PART 1: Being Present
As a church community, PRESENCE is one of our highest values. Having friends around you, particularly in difficult times is life-giving. More than that, we believe that healthy community is a key to flourishing in life. That is part of the irony of COVID-19; there is health in us being apart – physical health anyway. At the same time, there is no question that mental and emotional health has suffered as we have isolated and distanced from each other.
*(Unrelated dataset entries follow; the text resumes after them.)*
package mts

import (
	"errors"
	"fmt"
)

// Kind is which of the standard's messages a decoded message is.
type Kind int

// The forms this package writes.
const (
	KindSingleNote  Kind = iota // real-time single-note tuning change, 08 02
	KindBulkDump                // bulk tuning dump, 08 01
	KindScaleOctave             // scale/octave tuning, 2-byte form, 08 09
)

// KeyWord is one key's frequency in a decoded message; NoChange marks the
// reserved 7F 7F 7F.
type KeyWord struct {
	Key      int
	Word     Word
	NoChange bool
}

// Message is a decoded tuning message.
type Message struct {
	Kind            Kind
	RealTime        bool
	Device, Program byte
	Name            string      // bulk dump
	Keys            []KeyWord   // single-note changes and bulk dump
	Channels        uint16      // scale/octave: bit 0 = channel 1
	Offsets         [12]float64 // scale/octave: cents from equal temperament at A4 = 440 Hz
}

var errNotTuning = errors.New("not a MIDI Tuning Standard message this program writes")

// Decode reads one complete message, F0 to F7, by the standard's layout,
// checking its length, that every data byte is below 0x80 and the bulk
// dump's checksum.
func Decode(m []byte) (Message, error) {
	var msg Message
	if len(m) < 6 || m[0] != sysexStart || m[len(m)-1] != sysexEnd {
		return msg, errors.New("not a system exclusive message (F0 … F7)")
	}
	body := m[1 : len(m)-1]
	for i, b := range body {
		if b >= 0x80 {
			return msg, fmt.Errorf("byte %d is 0x%02X, not a data byte", i+1, b)
		}
	}
	if body[2] != subTuning {
		return msg, errNotTuning
	}
	msg.RealTime, msg.Device = body[0] == realTime, body[1]
	data := body[4:]
	switch {
	case body[0] == realTime && body[3] == subNotes:
		return decodeNotes(msg, data)
	case body[0] == nonRealTime && body[3] == subBulkDump:
		return decodeBulk(msg, body)
	case body[0] == nonRealTime && body[3] == subOctave2:
		return decodeOctave(msg, data)
	}
	return msg, errNotTuning
}

func decodeNotes(msg Message, data []byte) (Message, error) {
	msg.Kind = KindSingleNote
	if len(data) < 2 || len(data) != 2+4*int(data[1]) {
		return msg, errors.New("single-note tuning change: length does not match its key count")
	}
	msg.Program = data[0]
	for p := data[2:]; len(p) >= 4; p = p[4:] {
		w, ok := wordOf(p[1:4])
		msg.Keys = append(msg.Keys, KeyWord{Key: int(p[0]), Word: w, NoChange: !ok})
	}
	return msg, nil
}

func decodeBulk(msg Message, body []byte) (Message, error) {
	msg.Kind = KindBulkDump
	const size = 5 + nameLen + 3*128 + 1
	if len(body) != size {
		return msg, fmt.Errorf("bulk tuning dump: %d bytes between F0 and F7, want %d", len(body), size)
	}
	if sum := checksum(body[:size-1]); sum != body[size-1] {
		return msg, fmt.Errorf("bulk tuning dump: checksum 0x%02X, computed 0x%02X", body[size-1], sum)
	}
	msg.Program = body[4]
	msg.Name = string(body[5 : 5+nameLen])
	words := body[5+nameLen : size-1]
	for k := 0; k < 128; k++ {
		w, ok := wordOf(words[3*k : 3*k+3])
		msg.Keys = append(msg.Keys, KeyWord{Key: k, Word: w, NoChange: !ok})
	}
	return msg, nil
}

func decodeOctave(msg Message, data []byte) (Message, error) {
	msg.Kind = KindScaleOctave
	if len(data) != 3+2*12 {
		return msg, fmt.Errorf("scale/octave tuning (2-byte): %d data bytes, want 27", len(data))
	}
	if data[0] > 0x03 {
		return msg, fmt.Errorf("scale/octave tuning: channel byte 0x%02X sets bits beyond channels 15 and 16", data[0])
	}
	msg.Channels = uint16(data[0])<<14 | uint16(data[1])<<7 | uint16(data[2])
	for pc := range msg.Offsets {
		msg.Offsets[pc] = offsetCents(int(data[3+2*pc])<<7 | int(data[4+2*pc]))
	}
	return msg, nil
}

// Split cuts a stream of system exclusive messages (a .syx file) into
// messages, each from F0 to F7.
func Split(stream []byte) ([][]byte, error) {
	var out [][]byte
	for len(stream) > 0 {
		if stream[0] != sysexStart {
			return nil, fmt.Errorf("byte 0x%02X where a message should start with F0", stream[0])
		}
		end := 1
		for end < len(stream) && stream[end] < 0x80 {
			end++
		}
		if end == len(stream) || stream[end] != sysexEnd {
			return nil, errors.New("a message does not end with F7")
		}
		out = append(out, stream[:end+1])
		stream = stream[end+1:]
	}
	return out, nil
}
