import type { Metadata } from "next";
import { requirePageUser } from "@/lib/auth/guard";
import { roleAtLeast } from "@/lib/auth/roles";
import { TALLY_COLUMNS, TALLY_OPTIONAL, UNITS_COLUMNS, UNITS_OPTIONAL } from "@/lib/intake/csv-read";
import { ImportForm } from "./import-form";

export const dynamic = "force-dynamic";
export const metadata: Metadata = { title: "Import" };

export default async function ImportPage() {
  const me = await requirePageUser("engineer", { path: "/import" });
  return (
    <>
      <h1>Import counts from a CSV file</h1>
      <p className="lede">
        Check a file first: every problem is listed with its line number and nothing is written until the whole file is clean. The same file is never counted twice
        unless you say so.
      </p>
      <div className="card">
        <p>
          <strong>Tally file</strong> columns: <code className="mono">{TALLY_COLUMNS.join(",")}</code>, optional <code className="mono">{TALLY_OPTIONAL.join(",")}</code>.
          <br />
          <strong>Inspected-units file</strong> columns: <code className="mono">{UNITS_COLUMNS.join(",")}</code>, optional <code className="mono">{UNITS_OPTIONAL.join(",")}</code>.
        </p>
        <p className="muted">
          Columns in any order, header in any case, UTF-8 (with or without BOM), dates as YYYY-MM-DD. Counts are added to what is already recorded. For years of
          history use the command line: <code className="mono">npm run import -- FILE</code>.
        </p>
      </div>
      <ImportForm canAddMissing={roleAtLeast(me.role, "admin")} />
    </>
  );
}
At One88 Church, we desire to be a church family that creates deliberate space for those who exist at the margins of society. When the news of COVID-19 and the subsequent restrictions hit, we had to consider what it looks like to be the church in our context. BEING TOGETHER is of utmost significance, especially for those who are often alone in life. After conversation with the province, we were fortunate to be deemed an essential service given that we spend much of the week with people who are among the most vulnerable in our city. We have done what we can to remain present with people through this time of social isolation, holding fast to the value the presence brings to our lives. (This has been done in compliance with cleaning, gathering, and distancing regulations from our province.)
I believe it is important to consider what it means to be present with people in any context. Through a series of posts, I want to explore COMMUNITY & PRESENCE with you, thinking about why this is so significant. For churches, this is particularly important as we are well-known to be somewhat fickle with our presence in messy spaces. Churches often come in more project oriented, running a program, kids activities, etc. Yet those projects can lack longevity based on leadership changes or simply the need to do something new. I believe this is a dangerous way of engaging society and damaging to the relevance of the church.
Part One of this thought begins by recognizing that, particularly as it relates to marginalized people, the church’s interaction can be described as charitable, meaning we are inclined to “do for” people rather than “be with” them.
Stanley Hauerwas writes: “I fear we often want to help the poor without getting to know who the poor may be. I suspect we do so not from some ideology against the poor, but we prefer to do for the poor rather than be with the poor because the poor scare the hell out of us.”
Our charitable posture towards poor people lives itself out in two ways. One way is “social” through providing donations, food, dropping off clothes as an act of social responsibility or service. The other way is “evangelical.” Charity opens the door to the opportunity to call people to conversion, an opportunity to share the gospel.
The issue is that when you remove community & presence from either of these interactions, they do very little to change the poor person’s reality. The food, clothing, shelter meets an immediate need but will be a need again tomorrow. And calling to conversion without the deliberate presence of discipleship community may perhaps save a person’s soul for eternity but their life remains a living hell.
Hauerwas argues that “the poor” or “the marginalized” is a category created by those who are deemed successful within society, particularly economically successful. It is a way of excluding and separating those who have achieved a level of success defined by the cultural narrative from those who have not. This categorization excludes and assigns people to the margins of society without any sense of who these people might be. When the church is more inclined to “do for” marginalized people rather than be “present-with” them, it perpetuates this exclusion which is not based on knowing or being with a person but on cultural assumptions of worth and value.
The church community needs to be a place where all people, marginalized included, find friendship. I agree with Samuel Wells in saying that “the poor” is not merely a socio-economic definition but refers to a people who have no idea what to do to change their lives and have no one with whom to do it. Not primarily economically poor but socially, community poor. This is a far more significant reality in my opinion. In a world that has no patience for them, the church needs to patiently listen to stories and hear their journey. In doing this, the community both pours value into people’s lives and is best able to know how to move forward together.
So it is not about engaging in transactions in which we provide charitable goods & services but about building friendship. The church befriends marginalized people in the name of the God who befriended all people. Being “present-with” marginalized people is part of the church’s faithfulness as a reflection of God’s nature.